Decomposition of the face by the parameters “size, eyebrows, orientation, skin color, etc.”
Other
There are many other, not so much global, directions that allow you to somehow reduce the database, work with more heterogeneous data, etc.
Attention . It probably does not make sense to single it out as a separate method. Just an approach that enhances others. He is devoted to many articles ( 1 , 2 , 3 ). The meaning of Attention is to enhance the response of the network to significant objects during training. Often some external target designation, or a small external network.

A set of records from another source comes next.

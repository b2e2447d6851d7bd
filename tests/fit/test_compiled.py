"""Compiled kernels are kept between processes, and what befalls the files changes no number."""

from __future__ import annotations

import errno
import importlib.util
import multiprocessing
import os
from concurrent.futures import ProcessPoolExecutor
from pathlib import Path
from typing import Any

import numba
import pytest

from liverfe.fit import compiled

pytestmark = pytest.mark.slow

KERNEL = """
from liverfe.fit.compiled import compiled

@compiled(error_model="numpy")
def weigh(x):
    return 2.0 * x + 1.0
"""


@pytest.fixture
def folder(tmp_path: Path, monkeypatch: pytest.MonkeyPatch) -> Path:
    """A folder with one kernel in it, which has not been compiled yet."""
    monkeypatch.setattr(numba.config, "CACHE_DIR", "")
    (tmp_path / "scales.py").write_text(KERNEL, encoding="utf-8")
    return tmp_path


def decorated(folder: Path) -> Any:
    """The kernel as a new process has it: decorated, and neither compiled nor loaded."""
    spec = importlib.util.spec_from_file_location("scales", folder / "scales.py")
    assert spec is not None
    assert spec.loader is not None
    module = importlib.util.module_from_spec(spec)
    spec.loader.exec_module(module)
    return module.weigh


def call(folder: Path) -> str:
    """Call the kernel as a new process would; say whether its code was compiled or taken."""
    kernel = decorated(folder)
    assert kernel(20.5) == 42.0  # 2 x 20.5 + 1
    return "taken" if kernel.stats.cache_hits else "compiled"


def kept_files(folder: Path) -> list[Path]:
    return sorted(folder.rglob("*.nbc"))


def test_the_second_process_does_not_compile_again(folder: Path) -> None:
    assert call(folder) == "compiled"
    assert call(folder) == "taken"


def test_a_change_of_any_file_of_the_room_compiles_anew_and_leaves_no_old_code(
    folder: Path, monkeypatch: pytest.MonkeyPatch
) -> None:
    # numba itself looks at the kernel's own file alone; constants of others are compiled in too.
    call(folder)
    monkeypatch.setattr(compiled, "room_stamp", lambda: 64 * "f")
    assert call(folder) == "compiled"
    assert call(folder) == "taken"
    assert len(kept_files(folder)) == 1


def test_the_stamp_follows_each_source_file_of_the_room(
    tmp_path: Path, monkeypatch: pytest.MonkeyPatch
) -> None:
    (tmp_path / "a_room" / "parts").mkdir(parents=True)
    files = ("__init__.py", "constants.py", "parts/more.py")
    for name in files:
        (tmp_path / "a_room" / name).write_text("LEVEL = 1\n", encoding="utf-8")
    monkeypatch.syspath_prepend(tmp_path)
    monkeypatch.setattr(compiled, "_ROOM", "a_room")
    stamps = {compiled.room_stamp.__wrapped__()}
    for name in files:
        (tmp_path / "a_room" / name).write_text("LEVEL = 2\n", encoding="utf-8")
        stamps.add(compiled.room_stamp.__wrapped__())
    assert len(stamps) == 1 + len(files)


@pytest.mark.parametrize("ending", ["nbc", "nbi"])
@pytest.mark.parametrize("fault", ["cut off", "emptied", "one bit turned"])
def test_a_damaged_file_counts_as_not_there_and_is_replaced(
    folder: Path, fault: str, ending: str
) -> None:
    # Code and index.
    call(folder)
    (path,) = folder.rglob(f"*.{ending}")
    whole = path.read_bytes()
    damaged = {
        "cut off": whole[: len(whole) // 2],
        "emptied": b"",
        "one bit turned": whole[:-100] + bytes([whole[-100] ^ 1]) + whole[-99:],
    }
    path.write_bytes(damaged[fault])
    assert call(folder) == "compiled"
    assert call(folder) == "taken"


def test_code_for_other_arguments_is_not_taken_whatever_the_index_says(folder: Path) -> None:
    # Two processes that write at once can leave the index of one with the code of the other.
    kernel = decorated(folder)
    kernel(1.0)
    kernel(1)
    one, other = kept_files(folder)
    swapped = one.read_bytes(), other.read_bytes()
    other.write_bytes(swapped[0])
    one.write_bytes(swapped[1])
    assert call(folder) == "compiled"
    assert call(folder) == "taken"


def test_a_full_disk_costs_the_cache_and_not_the_fit(
    folder: Path, monkeypatch: pytest.MonkeyPatch
) -> None:
    def refuse(*_: object) -> None:
        raise OSError(errno.ENOSPC, "no space")

    monkeypatch.setattr(os, "replace", refuse)
    assert call(folder) == "compiled"
    assert [path for path in (folder / "__pycache__").iterdir() if "weigh" in path.name] == []


def test_without_any_folder_to_write_to_the_kernel_works_all_the_same(
    folder: Path, monkeypatch: pytest.MonkeyPatch
) -> None:
    # As in a read-only container under a user without a home; a warning would be an error here.
    (folder / "__pycache__").write_text("no folder", encoding="utf-8")
    for name in ("HOME", "XDG_CACHE_HOME", "LOCALAPPDATA", "USERPROFILE"):
        monkeypatch.setenv(name, str(folder / "scales.py" / "below"))
    assert call(folder) == "compiled"
    assert call(folder) == "compiled"


def test_where_the_package_lies_read_only_the_folder_that_is_named_is_taken(
    folder: Path, monkeypatch: pytest.MonkeyPatch
) -> None:
    (folder / "__pycache__").write_text("no folder", encoding="utf-8")
    monkeypatch.setattr(numba.config, "CACHE_DIR", str(folder / "cache"))
    assert call(folder) == "compiled"
    assert call(folder) == "taken"


def test_processes_that_compile_at_once_do_not_disturb_each_other(folder: Path) -> None:
    with ProcessPoolExecutor(3, mp_context=multiprocessing.get_context("spawn")) as pool:
        for done in [pool.submit(call, folder) for _ in range(3)]:
            assert done.result(timeout=120) in ("compiled", "taken")
    # On a busy machine one may have thrown away what another was about to keep: that costs one
    # more compilation, and no more.
    assert "taken" in (call(folder), call(folder))
    assert len(kept_files(folder)) == 1


def test_without_the_compiler_the_plain_function_stands(
    folder: Path, monkeypatch: pytest.MonkeyPatch
) -> None:
    monkeypatch.setattr(numba.config, "DISABLE_JIT", True)
    assert decorated(folder)(20.5) == 42.0


def test_no_kernel_of_the_package_is_kept_by_numba_itself(repository: Path) -> None:
    # Its cache would go on using a kernel after a file that it takes constants from has changed.
    found = [
        path.name
        for path in (repository / "liverfe").rglob("*.py")
        if path.name != "compiled.py" and "cache=True" in path.read_text(encoding="utf-8")
    ]
    assert found == []
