/** @type {import("next").NextConfig} */
export default {
  // A file that runs in the browser says so in its name, the error page too.
  pageExtensions: ["client.tsx", "tsx", "ts"],
  poweredByHeader: false,
  reactStrictMode: true,
  devIndicators: false,
  allowedDevOrigins: ["127.0.0.1", "localhost"],
  // Two copies of Yjs in one process do not know each other's types; the rest resolve files of their own.
  serverExternalPackages: [
    "yjs",
    "y-websocket",
    "y-protocols",
    "lib0",
    "pg",
    "@prisma/client",
    "@prisma/adapter-pg",
    "better-auth",
    "pg-boss",
    "piscina",
    "pdfmake",
    "wawoff2",
    "pino",
  ],
  turbopack: { root: import.meta.dirname },
  // `npm run types` checks them, tests included; a build at the first start should not wait for that.
  typescript: { ignoreBuildErrors: true },
};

3D simulation . If you make a good 3D engine, then they can often close 90% of the training data (I even saw an example when almost 99% of the data was closed with a good engine). There are many ideas and hacks on how to make a network trained on a 3D engine to work on real data (Fine tuning, style transfer, etc.). But it is often to make a good engine - several orders of magnitude more difficult than typing data. Examples when making engines: Learning robots ( google , braingarden ) Learning to recognize products in the store (but in two projects that we did - we quietly did without it). Training in Tesla (again, the video that was higher).
findings
The whole article is in some sense conclusions. Probably the main message I wanted to make was “the freebie is over, the neurons do not provide more simple solutions”. Now it is necessary to work hard building complex decisions. Or work hard doing complex scientific research.
In general, the topic is debatable. Maybe readers have more interesting examples?